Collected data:
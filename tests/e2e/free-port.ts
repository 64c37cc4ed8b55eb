import { createServer } from 'node:net';

/**
 * A port free right now, so a server can be started on a known address: the links it e-mails carry
 * PUBLIC_URL, which must name the port the browser uses.
 */
export function freePort(): Promise<number> {
  return new Promise((resolve, reject) => {
    const probe = createServer();
    probe.once('error', reject);
    probe.listen(0, '127.0.0.1', () => {
      const address = probe.address();
      probe.close(() => (typeof address === 'object' && address ? resolve(address.port) : reject(new Error('no port'))));
    });
  });
}
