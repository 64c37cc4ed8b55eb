CREATE TABLE "overage_reports" (
	"organization_id" uuid NOT NULL,
	"day" date NOT NULL,
	"units" integer NOT NULL,
	"identifier" text NOT NULL,
	"reported_at" timestamp with time zone,
	"created_at" timestamp with time zone DEFAULT now() NOT NULL,
	CONSTRAINT "overage_reports_organization_id_day_pk" PRIMARY KEY("organization_id","day"),
	CONSTRAINT "overage_reports_identifier_unique" UNIQUE("identifier")
);
--> statement-breakpoint
ALTER TABLE "billing_accounts" ADD COLUMN "past_due_since" timestamp with time zone;--> statement-breakpoint
ALTER TABLE "plans" ADD COLUMN "grace_days" integer DEFAULT 0 NOT NULL;--> statement-breakpoint
ALTER TABLE "plans" ADD COLUMN "overage_per_1000_minor" integer;--> statement-breakpoint
ALTER TABLE "plans" ADD COLUMN "overage_meter" text;--> statement-breakpoint
ALTER TABLE "overage_reports" ADD CONSTRAINT "overage_reports_organization_id_organizations_id_fk" FOREIGN KEY ("organization_id") REFERENCES "organizations"("id") ON DELETE cascade ON UPDATE no action;--> statement-breakpoint
-- A week's grace for the paid plans; the partner plan goes on beyond its quota, billed per 1 000
-- units through the provider meter `treadwise_units` (the shop plan stops at its quota).
UPDATE "plans" SET "grace_days" = 7 WHERE "id" IN ('shop', 'partner');--> statement-breakpoint
UPDATE "plans" SET "overage_per_1000_minor" = 40, "overage_meter" = 'treadwise_units' WHERE "id" = 'partner';
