import { and, asc, count, eq, gt, sql } from 'drizzle-orm';
import { z } from 'zod';
import { minorUnitDigits, type Catalog, type CatalogItem } from '../../shared/schemas/catalog.js';
import {
  toMajorUnits,
  toMinorUnits,
  type CatalogItemQuery,
  type PatchCatalog,
  type PatchCatalogItem,
  type StoredCatalog,
  type StoredCatalogItem,
} from '../../shared/schemas/catalog-store.js';
import type { Db } from '../db/client.js';
import { catalogItems, catalogs } from '../db/schema.js';
import { HttpProblem } from '../problem.js';
import { decodeCursor, toPage, type Page } from './pagination.js';

type ItemRow = typeof catalogItems.$inferSelect;
type CatalogRow = typeof catalogs.$inferSelect;

const DEFAULT_CURRENCY = 'EUR';

/** The active items of a stored catalog in the inline catalog's shape, and the version they are. */
export interface PricingCatalog {
  version: number;
  catalog: Catalog;
}

/** Organisations whose active catalog is kept in memory between estimates. */
const PRICING_CACHE_SIZE = 500;
/**
 * How long a cached priced catalog is used without asking the database for its version. Changes
 * forget it at once on every instance (see createCatalogService); this bounds what a lost
 * notification, or a read racing a change, could leave stale.
 */
const PRICING_TRUST_MS = 5_000;

const notFound = (sku: string) => new HttpProblem(404, 'catalog_item_not_found', 'Not found', `The catalog has no SKU ${sku}.`);

function priceProblem(path: string, price: number, currency: string) {
  const digits = minorUnitDigits(currency);
  return new HttpProblem(400, 'validation_failed', 'Invalid request', `${currency} prices have ${digits} decimal place(s).`, {
    errors: [{ path, message: `${currency} prices have ${digits} decimal place(s); ${price} is not a whole number of minor units.` }],
  });
}

/** A stored row as the API shows it: the kind's fields, price in major units, active. */
export function itemView(row: ItemRow, currency: string): StoredCatalogItem {
  return {
    sku: row.sku,
    kind: row.kind,
    ...(row.description !== null ? { description: row.description } : {}),
    ...(row.unitPriceMinor !== null ? { unitPrice: toMajorUnits(row.unitPriceMinor, currency) } : {}),
    ...row.fields,
    active: row.active,
  } as StoredCatalogItem;
}

/** The columns of an item: what is not sku, kind, description, price or active goes in `fields`. */
export function itemColumns(item: StoredCatalogItem, currency: string, path = 'unitPrice') {
  const { sku, kind, description, unitPrice, active, ...fields } = item;
  let unitPriceMinor: number | null = null;
  if (unitPrice !== undefined) {
    unitPriceMinor = toMinorUnits(unitPrice, currency);
    if (unitPriceMinor === null) throw priceProblem(path, unitPrice, currency);
  }
  return { sku, kind, description: description ?? null, fields: fields as Record<string, unknown>, unitPriceMinor, active: active ?? true };
}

-- Task to complete --
Read the entries and pick out all lines that include the word "timestamp".

-- Task answer --
	"reported_at" timestamp with time zone,
	"created_at" timestamp with time zone DEFAULT now() NOT NULL,
ALTER TABLE "billing_accounts" ADD COLUMN "past_due_since" timestamp with time zone;--> statement-breakpoint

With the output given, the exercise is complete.